If a line in the listing below includes the word "advice", pick it out.
EXERCISE MATERIALS section start
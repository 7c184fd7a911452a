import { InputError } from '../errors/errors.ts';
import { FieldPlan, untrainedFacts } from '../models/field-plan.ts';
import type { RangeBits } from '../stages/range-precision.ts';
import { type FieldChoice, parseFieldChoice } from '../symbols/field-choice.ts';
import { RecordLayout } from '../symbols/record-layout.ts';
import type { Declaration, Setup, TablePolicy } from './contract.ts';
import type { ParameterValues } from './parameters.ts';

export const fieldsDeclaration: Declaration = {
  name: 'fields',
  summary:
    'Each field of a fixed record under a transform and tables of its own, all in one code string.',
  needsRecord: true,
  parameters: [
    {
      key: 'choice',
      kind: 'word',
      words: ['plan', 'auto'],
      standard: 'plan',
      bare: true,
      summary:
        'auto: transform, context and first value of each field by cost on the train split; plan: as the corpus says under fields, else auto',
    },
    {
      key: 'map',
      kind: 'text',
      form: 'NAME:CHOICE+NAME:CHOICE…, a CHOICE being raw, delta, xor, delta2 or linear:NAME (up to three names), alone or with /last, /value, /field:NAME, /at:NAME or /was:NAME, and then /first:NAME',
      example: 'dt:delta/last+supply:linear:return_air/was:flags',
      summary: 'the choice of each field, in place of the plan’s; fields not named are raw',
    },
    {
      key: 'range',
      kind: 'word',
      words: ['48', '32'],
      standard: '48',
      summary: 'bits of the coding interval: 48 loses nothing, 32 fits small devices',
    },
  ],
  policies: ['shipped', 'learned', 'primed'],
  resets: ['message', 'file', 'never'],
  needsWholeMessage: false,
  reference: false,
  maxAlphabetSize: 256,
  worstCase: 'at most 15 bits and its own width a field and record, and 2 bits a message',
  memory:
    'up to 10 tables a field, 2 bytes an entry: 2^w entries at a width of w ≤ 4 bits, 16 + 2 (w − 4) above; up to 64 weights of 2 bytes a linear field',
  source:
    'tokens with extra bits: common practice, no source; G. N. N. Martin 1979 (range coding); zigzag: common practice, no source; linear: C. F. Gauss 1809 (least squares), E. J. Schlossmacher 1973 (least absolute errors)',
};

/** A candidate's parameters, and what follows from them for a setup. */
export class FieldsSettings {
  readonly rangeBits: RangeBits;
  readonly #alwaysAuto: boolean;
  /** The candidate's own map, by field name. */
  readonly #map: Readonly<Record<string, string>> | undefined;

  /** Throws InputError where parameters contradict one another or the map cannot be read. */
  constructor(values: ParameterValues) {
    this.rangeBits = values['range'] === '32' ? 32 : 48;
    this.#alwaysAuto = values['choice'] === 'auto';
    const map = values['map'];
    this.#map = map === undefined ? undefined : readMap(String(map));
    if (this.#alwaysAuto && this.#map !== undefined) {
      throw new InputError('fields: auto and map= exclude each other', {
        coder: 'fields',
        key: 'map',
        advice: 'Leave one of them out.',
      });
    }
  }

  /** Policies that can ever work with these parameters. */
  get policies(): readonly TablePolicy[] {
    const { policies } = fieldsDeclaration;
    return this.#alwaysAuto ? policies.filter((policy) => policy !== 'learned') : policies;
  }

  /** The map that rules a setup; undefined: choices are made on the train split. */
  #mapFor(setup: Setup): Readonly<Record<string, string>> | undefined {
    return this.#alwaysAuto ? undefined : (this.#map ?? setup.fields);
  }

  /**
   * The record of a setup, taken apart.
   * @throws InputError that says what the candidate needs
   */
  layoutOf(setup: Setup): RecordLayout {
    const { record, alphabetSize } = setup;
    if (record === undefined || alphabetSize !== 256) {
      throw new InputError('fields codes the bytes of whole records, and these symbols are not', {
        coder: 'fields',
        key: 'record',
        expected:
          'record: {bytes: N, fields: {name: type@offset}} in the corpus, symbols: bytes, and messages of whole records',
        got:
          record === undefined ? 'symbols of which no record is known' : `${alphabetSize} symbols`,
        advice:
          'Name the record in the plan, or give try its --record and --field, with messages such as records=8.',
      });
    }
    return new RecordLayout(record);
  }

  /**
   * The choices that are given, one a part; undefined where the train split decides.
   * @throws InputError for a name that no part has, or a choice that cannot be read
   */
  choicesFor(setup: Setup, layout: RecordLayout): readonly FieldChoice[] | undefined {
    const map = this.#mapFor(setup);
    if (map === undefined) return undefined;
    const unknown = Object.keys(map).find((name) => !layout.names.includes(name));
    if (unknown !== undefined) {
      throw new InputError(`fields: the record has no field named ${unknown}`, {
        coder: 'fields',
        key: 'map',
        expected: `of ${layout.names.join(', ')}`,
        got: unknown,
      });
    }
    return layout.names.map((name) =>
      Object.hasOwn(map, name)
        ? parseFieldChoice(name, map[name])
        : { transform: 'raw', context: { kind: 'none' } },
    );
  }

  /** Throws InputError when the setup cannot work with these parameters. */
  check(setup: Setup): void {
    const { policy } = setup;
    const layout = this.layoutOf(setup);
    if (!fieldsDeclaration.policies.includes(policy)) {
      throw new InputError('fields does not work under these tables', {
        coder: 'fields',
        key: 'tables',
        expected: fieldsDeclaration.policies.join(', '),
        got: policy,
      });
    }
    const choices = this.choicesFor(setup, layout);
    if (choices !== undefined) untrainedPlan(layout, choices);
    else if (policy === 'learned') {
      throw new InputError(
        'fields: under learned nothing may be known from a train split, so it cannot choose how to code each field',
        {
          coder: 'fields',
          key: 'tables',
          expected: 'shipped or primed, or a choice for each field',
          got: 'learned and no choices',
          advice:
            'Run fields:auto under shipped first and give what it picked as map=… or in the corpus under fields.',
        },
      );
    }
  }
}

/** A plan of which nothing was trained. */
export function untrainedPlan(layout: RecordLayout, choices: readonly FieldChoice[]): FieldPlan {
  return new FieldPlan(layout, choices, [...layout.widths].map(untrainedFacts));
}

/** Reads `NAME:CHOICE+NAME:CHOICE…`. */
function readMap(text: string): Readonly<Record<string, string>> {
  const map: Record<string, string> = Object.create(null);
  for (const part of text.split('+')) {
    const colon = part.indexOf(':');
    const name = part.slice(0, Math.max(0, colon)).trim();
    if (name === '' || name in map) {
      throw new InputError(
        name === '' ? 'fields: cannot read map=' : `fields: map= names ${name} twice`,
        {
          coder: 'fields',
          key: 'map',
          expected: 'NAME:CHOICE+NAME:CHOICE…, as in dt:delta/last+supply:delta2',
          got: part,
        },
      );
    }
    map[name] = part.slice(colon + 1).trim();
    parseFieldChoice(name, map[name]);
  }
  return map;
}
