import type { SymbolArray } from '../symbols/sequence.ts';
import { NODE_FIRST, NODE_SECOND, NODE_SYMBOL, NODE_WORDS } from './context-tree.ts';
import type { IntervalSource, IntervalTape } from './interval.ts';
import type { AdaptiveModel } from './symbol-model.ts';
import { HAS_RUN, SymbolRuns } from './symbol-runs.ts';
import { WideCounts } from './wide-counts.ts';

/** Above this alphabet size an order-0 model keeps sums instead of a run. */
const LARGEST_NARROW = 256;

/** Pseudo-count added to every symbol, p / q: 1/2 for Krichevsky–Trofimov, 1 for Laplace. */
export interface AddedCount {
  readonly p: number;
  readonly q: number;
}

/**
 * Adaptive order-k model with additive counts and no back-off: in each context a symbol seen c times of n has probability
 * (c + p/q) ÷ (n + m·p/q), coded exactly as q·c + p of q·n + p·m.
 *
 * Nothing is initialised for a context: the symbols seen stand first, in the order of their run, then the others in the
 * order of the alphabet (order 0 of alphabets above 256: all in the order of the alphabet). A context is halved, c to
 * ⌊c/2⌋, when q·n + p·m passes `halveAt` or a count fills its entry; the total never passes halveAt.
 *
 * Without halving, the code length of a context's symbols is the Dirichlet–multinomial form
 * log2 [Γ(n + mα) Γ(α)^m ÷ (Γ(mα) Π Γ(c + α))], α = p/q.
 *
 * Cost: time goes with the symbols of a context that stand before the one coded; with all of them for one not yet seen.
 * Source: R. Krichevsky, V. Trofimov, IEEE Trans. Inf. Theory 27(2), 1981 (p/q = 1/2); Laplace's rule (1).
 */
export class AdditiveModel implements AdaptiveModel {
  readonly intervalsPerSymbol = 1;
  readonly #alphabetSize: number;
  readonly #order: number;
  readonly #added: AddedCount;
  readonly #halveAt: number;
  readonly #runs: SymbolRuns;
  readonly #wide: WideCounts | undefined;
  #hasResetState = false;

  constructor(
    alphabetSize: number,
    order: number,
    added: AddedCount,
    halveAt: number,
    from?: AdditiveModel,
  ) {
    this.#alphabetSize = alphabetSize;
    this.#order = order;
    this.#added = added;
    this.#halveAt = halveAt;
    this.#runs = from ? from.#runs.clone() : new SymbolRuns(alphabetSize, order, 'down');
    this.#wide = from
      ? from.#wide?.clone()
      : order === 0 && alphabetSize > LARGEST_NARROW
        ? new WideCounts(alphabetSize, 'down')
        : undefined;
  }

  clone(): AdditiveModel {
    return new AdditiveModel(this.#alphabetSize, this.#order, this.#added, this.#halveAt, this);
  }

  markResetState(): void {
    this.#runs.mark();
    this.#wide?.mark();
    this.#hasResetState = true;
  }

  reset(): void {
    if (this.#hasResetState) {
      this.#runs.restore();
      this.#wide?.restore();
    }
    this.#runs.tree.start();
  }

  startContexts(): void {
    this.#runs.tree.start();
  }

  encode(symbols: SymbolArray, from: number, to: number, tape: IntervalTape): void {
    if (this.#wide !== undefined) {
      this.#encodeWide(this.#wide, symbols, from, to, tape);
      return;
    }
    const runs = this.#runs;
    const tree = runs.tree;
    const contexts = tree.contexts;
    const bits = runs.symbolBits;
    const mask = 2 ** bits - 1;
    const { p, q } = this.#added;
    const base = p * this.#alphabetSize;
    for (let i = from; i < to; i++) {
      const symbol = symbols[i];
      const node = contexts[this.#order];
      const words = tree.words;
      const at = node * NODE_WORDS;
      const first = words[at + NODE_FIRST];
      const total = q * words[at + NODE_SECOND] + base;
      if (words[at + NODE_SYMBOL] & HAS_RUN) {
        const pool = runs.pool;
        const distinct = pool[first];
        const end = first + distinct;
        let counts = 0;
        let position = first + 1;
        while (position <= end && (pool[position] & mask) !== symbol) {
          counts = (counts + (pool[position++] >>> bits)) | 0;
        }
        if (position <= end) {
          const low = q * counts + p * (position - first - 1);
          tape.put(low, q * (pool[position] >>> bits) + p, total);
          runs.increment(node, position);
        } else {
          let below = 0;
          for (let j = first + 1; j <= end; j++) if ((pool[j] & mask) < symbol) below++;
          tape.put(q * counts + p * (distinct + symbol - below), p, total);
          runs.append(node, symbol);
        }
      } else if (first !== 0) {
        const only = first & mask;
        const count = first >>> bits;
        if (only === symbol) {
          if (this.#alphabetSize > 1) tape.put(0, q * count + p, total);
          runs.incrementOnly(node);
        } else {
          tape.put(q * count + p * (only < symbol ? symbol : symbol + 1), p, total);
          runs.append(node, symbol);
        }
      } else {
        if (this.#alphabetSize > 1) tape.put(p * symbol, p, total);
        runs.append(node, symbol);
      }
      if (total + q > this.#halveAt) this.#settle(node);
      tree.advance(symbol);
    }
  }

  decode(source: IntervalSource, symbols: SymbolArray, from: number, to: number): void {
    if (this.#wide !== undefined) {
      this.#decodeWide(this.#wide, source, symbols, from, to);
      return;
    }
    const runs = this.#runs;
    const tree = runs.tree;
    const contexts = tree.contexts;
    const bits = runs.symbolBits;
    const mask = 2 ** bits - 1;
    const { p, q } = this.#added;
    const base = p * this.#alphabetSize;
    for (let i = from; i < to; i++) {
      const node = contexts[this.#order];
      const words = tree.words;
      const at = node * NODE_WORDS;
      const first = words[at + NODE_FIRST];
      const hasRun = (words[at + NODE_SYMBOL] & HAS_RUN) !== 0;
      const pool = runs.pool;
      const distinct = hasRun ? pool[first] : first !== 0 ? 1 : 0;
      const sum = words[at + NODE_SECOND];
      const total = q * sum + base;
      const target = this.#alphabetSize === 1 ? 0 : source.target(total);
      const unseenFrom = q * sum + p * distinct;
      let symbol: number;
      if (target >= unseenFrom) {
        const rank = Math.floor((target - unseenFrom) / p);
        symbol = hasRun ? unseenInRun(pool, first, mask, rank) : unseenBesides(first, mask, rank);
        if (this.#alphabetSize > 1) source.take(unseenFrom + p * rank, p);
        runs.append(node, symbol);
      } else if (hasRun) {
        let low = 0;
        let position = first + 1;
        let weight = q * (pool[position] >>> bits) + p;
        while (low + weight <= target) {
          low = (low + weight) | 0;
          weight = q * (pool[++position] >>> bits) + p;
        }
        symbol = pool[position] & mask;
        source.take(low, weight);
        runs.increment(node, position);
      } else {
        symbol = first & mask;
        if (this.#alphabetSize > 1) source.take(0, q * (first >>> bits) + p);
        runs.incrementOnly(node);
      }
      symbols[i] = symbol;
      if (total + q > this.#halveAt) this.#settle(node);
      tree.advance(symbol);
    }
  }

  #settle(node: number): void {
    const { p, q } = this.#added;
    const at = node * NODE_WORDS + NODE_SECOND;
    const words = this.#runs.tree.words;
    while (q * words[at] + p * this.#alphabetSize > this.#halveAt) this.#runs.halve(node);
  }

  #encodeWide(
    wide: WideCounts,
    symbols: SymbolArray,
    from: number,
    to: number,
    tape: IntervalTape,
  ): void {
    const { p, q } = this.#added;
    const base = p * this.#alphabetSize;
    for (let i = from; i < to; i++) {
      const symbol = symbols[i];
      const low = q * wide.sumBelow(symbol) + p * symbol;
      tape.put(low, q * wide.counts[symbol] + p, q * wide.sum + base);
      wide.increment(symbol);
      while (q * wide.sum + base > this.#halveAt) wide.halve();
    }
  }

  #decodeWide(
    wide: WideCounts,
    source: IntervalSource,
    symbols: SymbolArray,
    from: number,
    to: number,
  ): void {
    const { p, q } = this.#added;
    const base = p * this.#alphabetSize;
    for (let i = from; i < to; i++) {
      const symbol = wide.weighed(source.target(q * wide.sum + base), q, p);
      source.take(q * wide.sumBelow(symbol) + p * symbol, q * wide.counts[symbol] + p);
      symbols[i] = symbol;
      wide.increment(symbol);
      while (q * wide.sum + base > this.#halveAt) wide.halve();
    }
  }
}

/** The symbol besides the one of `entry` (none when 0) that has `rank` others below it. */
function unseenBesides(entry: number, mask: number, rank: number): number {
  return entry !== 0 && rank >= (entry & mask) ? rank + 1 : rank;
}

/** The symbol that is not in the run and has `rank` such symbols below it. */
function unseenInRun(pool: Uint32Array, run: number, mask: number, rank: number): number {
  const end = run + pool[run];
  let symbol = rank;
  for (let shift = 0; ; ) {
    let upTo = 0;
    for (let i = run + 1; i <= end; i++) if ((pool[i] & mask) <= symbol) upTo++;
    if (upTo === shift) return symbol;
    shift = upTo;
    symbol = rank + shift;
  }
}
EXERCISE MATERIALS section end
**TASK RESULT:**
        advice: 'Leave one of them out.',
        advice:
          advice:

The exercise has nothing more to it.